● **EXERCISE INSTRUCTIONS**
Lift out all lines below that contain "tmean".

● **ENTRIES PROVIDED**
·····

// planSource builds the plan a check or save is about: the stored plan --plan, or the lines
// of FILE, with the settings flags (and --name) applied.
func planSource(ctx context.Context, svc *evaluate.Service, f *planFlags, set map[string]bool, args []string) (survey.Plan, error) {
	var p survey.Plan
	switch {
	case f.planID != "" && len(args) > 0:
		return p, usagef("give a plan FILE or --plan ID, not both")
	case f.planID != "":
		var err error
		if p, err = svc.GetPlan(ctx, f.planID); err != nil {
			if errors.Is(err, store.ErrNotFound) {
				return p, usagef("there is no stored plan %q; 'ridgeflank plan list' lists them", f.planID)
			}
			return p, err
		}
	case len(args) == 1:
		lines, err := readPlanFile(args[0])
		if err != nil {
			return p, err
		}
		base := filepath.Base(args[0])
		p = survey.Plan{Name: strings.TrimSuffix(base, filepath.Ext(base)), Lines: lines}
	case len(args) == 0:
		return p, usagef("give the plan FILE (GeoJSON, GPX or CSV) or --plan ID")
	default:
		return p, usagef("one plan FILE at a time, got %d arguments", len(args))
	}
	f.apply(set, &p.Settings)
	if f.name != "" {
		p.Name = f.name
	}
	return p, nil
}

// service opens the store the flags name and the application layer over it; close releases
// the store.
func (f *planFlags) service(ctx context.Context, stderr io.Writer) (svc *evaluate.Service, close func(), err error) {
	st, err := f.loc.open(ctx, stderr, false)
	if err != nil {
		return nil, nil, err
	}
	return evaluate.New(evaluate.Config{Store: st, Version: version}), func() { st.Close() }, nil
}

func runPlanCheck(ctx context.Context, args []string, stdout, stderr io.Writer) error {
	var f planFlags
	pos, set, err := parsePlanFlags(ctx, args, stdout, &f)
	if err != nil {
		return err
	}
	for _, out := range []struct{ flag, path string }{{"csv", f.csvOut}, {"geojson", f.geojsonOut}, {"json", f.jsonOut}} {
		if out.path != "" && filepath.Ext(out.path) == "" {
			return usagef("--%s %q: give the output file with its extension", out.flag, out.path)
		}
	}
	reportFormat := ""
	if f.report != "" {
		switch strings.ToLower(filepath.Ext(f.report)) {
		case ".pdf":
			reportFormat = "pdf"
		case ".png":
			reportFormat = "png"
		default:
			return usagef("--report %q: the report is written as .pdf or .png", f.report)
		}
	}
	svc, done, err := f.service(ctx, stderr)
	if err != nil {
		return err
	}
	defer done()
	p, err := planSource(ctx, svc, &f, set, pos)
	if err != nil {
		return err
	}
	if p.Settings.Dataset == "" {
		return usagef("say which dataset to check against with --dataset ID")
	}
	chk, err := svc.CheckPlan(ctx, p, nil)
	if err != nil {
		return err
	}
	for _, out := range []struct {
		path string
		f    survey.Format
	}{{f.csvOut, survey.FormatCSV}, {f.geojsonOut, survey.FormatGeoJSON}, {f.jsonOut, survey.FormatJSON}} {
		if out.path == "" {
			continue
		}
		if err := writeFile(out.path, func(w io.Writer) error { return survey.Write(w, chk, out.f) }); err != nil {
			return err
		}
	}
	if f.report != "" {
		if err := writeFile(f.report, func(w io.Writer) error {
			return svc.PlanReport(ctx, w, chk, reportFormat, 1, time.Now())
		}); err != nil {
			return err
		}
	}
	return writeErr(writeCheckTable(stdout, chk))
}

// writeFile writes a file through fn; a failure removes the partial file.
func writeFile(path string, fn func(io.Writer) error) error {
	fh, err := os.Create(path)
	if err != nil {
		return fmt.Errorf("cannot write %s: %w", path, err)
	}
	if err := fn(fh); err != nil {
		fh.Close()
		os.Remove(path)
		return err
	}
	if err := fh.Close(); err != nil {
		os.Remove(path)
		return fmt.Errorf("cannot write %s: %w", path, err)
	}
	return nil
}

// num formats v with d decimals, "–" where there is no value.
func num(v float64, d int) string {
	if v != v {
		return "–"
	}
	return fmtNum(v, d)
}

// writeCheckTable prints the leg table, the line summaries, transits, totals, hazards and
// notes of a check, and its caution.
func writeCheckTable(w io.Writer, c *survey.Check) error {
	s := c.Plan.Settings
	fmt.Fprintf(w, "Plan %q on dataset %s", c.Plan.Name, s.Dataset)
	if s.Model != "" {
		fmt.Fprintf(w, ", model %s", s.Model)
	}
	swath := fmt.Sprintf("swath %s°", num(s.SwathAngleDeg, 0))
	if s.SwathWidthM > 0 {
		swath = fmt.Sprintf("swath %s m", num(s.SwathWidthM, 0))
	}
	fmt.Fprintf(w, "; %s kn on line, %s kn in transit, %s, overlap %s %%, safety depth %s m\n\n",
		num(s.SpeedOnLineKn, 1), num(s.SpeedTransitKn, 1), swath, num(s.OverlapPct, 0), num(s.SafetyDepthM, 0))

	tw := tabwriter.NewWriter(w, 0, 0, 2, ' ', tabwriter.AlignRight)
	fmt.Fprintln(tw, "line\tleg\tfrom\tto\tlength (km)\tlength (nmi)\tazimuth (°)\ttime (h)\tmin depth (m)\tmean depth (m)\tmax depth (m)\t")
	for i, l := range c.Lines {
		for k, lg := range l.Legs {
			from, to := lg.FromName, lg.ToName
			if from == "" {
				from = position(lg.FromLat, lg.FromLon)
			}
			if to == "" {
				to = position(lg.ToLat, lg.ToLon)
			}
			fmt.Fprintf(tw, "%s\t%d\t%s\t%s\t%s\t%s\t%s\t%s\t%s\t%s\t%s\t\n", lineLabel(i, l.Name), k+1, from, to,
				num(lg.LengthKm, 2), num(lg.LengthNmi, 2), num(lg.AzimuthDeg, 1), num(lg.TimeH, 2),
				num(lg.MinDepthM, 0), num(lg.MeanDepthM, 0), num(lg.MaxDepthM, 0))
		}
	}
	if err := tw.Flush(); err != nil {
		return err
	}
	fmt.Fprintln(w)
	tw = tabwriter.NewWriter(w, 0, 0, 2, ' ', tabwriter.AlignRight)
	fmt.Fprintln(tw, "line\tlength (km)\tlength (nmi)\ttime on line (h)\tmin depth (m)\tmean depth (m)\tmax depth (m)\tmin swath (m)\tline spacing (m)\tarea (km²)\t")
	for i, l := range c.Lines {
		fmt.Fprintf(tw, "%s\t%s\t%s\t%s\t%s\t%s\t%s\t%s\t%s\t%s\t\n", lineLabel(i, l.Name), num(l.LengthKm, 2), num(l.LengthNmi, 2),
			num(l.TimeOnLineH, 2), num(l.MinDepthM, 0), num(l.MeanDepthM, 0), num(l.MaxDepthM, 0), num(l.MinSwathM, 0),
			num(l.LineSpacingM, 0), num(l.AreaKm2, 1))
	}
	if err := tw.Flush(); err != nil {
		return err
	}
	if len(c.Transits) > 0 {
		fmt.Fprintln(w)
		tw = tabwriter.NewWriter(w, 0, 0, 2, ' ', tabwriter.AlignRight)
		fmt.Fprintln(tw, "transit\tlength (km)\tlength (nmi)\ttime (h)\t")
		for _, t := range c.Transits {
			fmt.Fprintf(tw, "%d → %d\t%s\t%s\t%s\t\n", t.FromLine+1, t.ToLine+1, num(t.LengthKm, 2), num(t.LengthNmi, 2), num(t.TimeH, 2))
		}
		if err := tw.Flush(); err != nil {
			return err
		}
	}
	t := c.Totals
	fmt.Fprintf(w, "\nTotals\n")
	fmt.Fprintf(w, "  on line     %s km  %s nmi  %s h\n", num(t.LengthKm, 2), num(t.LengthNmi, 2), num(t.TimeOnLineH, 2))
	fmt.Fprintf(w, "  in transit  %s km  %s nmi  %s h\n", num(t.TransitKm, 2), num(t.TransitNmi, 2), num(t.TimeInTransitH, 2))
	fmt.Fprintf(w, "  total time  %s h (%s days)\n", num(t.TimeTotalH, 2), num(t.TimeTotalH/24, 2))
	fmt.Fprintf(w, "  depth       min %s m  mean %s m  max %s m\n", num(t.MinDepthM, 0), num(t.MeanDepthM, 0), num(t.MaxDepthM, 0))
	fmt.Fprintf(w, "  area        %s km²\n", num(t.AreaKm2, 1))
	for i, l := range c.Lines {
		fmt.Fprintf(w, "  spacing     %s: %s m for %s %% overlap at its shallowest depth\n", lineLabel(i, l.Name), num(l.LineSpacingM, 0), num(s.OverlapPct, 0))
	}
	for _, g := range c.Gaps {
		fmt.Fprintf(w, "  gap         lines %d–%d at %s: %s m uncovered (lines %s m apart)\n", g.LineA+1, g.LineB+1,
			position(g.Lat, g.Lon), num(g.GapM, 0), num(g.SeparationM, 0))
	}
	fmt.Fprintf(w, "\nHazards: %d\n", t.Hazards)
	for _, h := range c.Hazards {
		fmt.Fprintf(w, "  %s, %s km along, at %s, depth %s m: %s\n", lineLabel(h.Line, h.LineName), num(h.DistanceKm, 2),
			position(h.Lat, h.Lon), num(h.DepthM, 0), h.Reason)
	}
	for _, n := range c.Notes {
		fmt.Fprintf(w, "note: %s\n", n)
	}
	_, err := fmt.Fprintf(w, "\nCaution: %s\n", c.Caution)
	return err
}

·····

● **FINISHED EXERCISE**
	fmt.Fprintln(tw, "line\tleg\tfrom\tto\tlength (km)\tlength (nmi)\tazimuth (°)\ttime (h)\tmin depth (m)\tmean depth (m)\tmax depth (m)\t")
	fmt.Fprintln(tw, "line\tlength (km)\tlength (nmi)\ttime on line (h)\tmin depth (m)\tmean depth (m)\tmax depth (m)\tmin swath (m)\tline spacing (m)\tarea (km²)\t")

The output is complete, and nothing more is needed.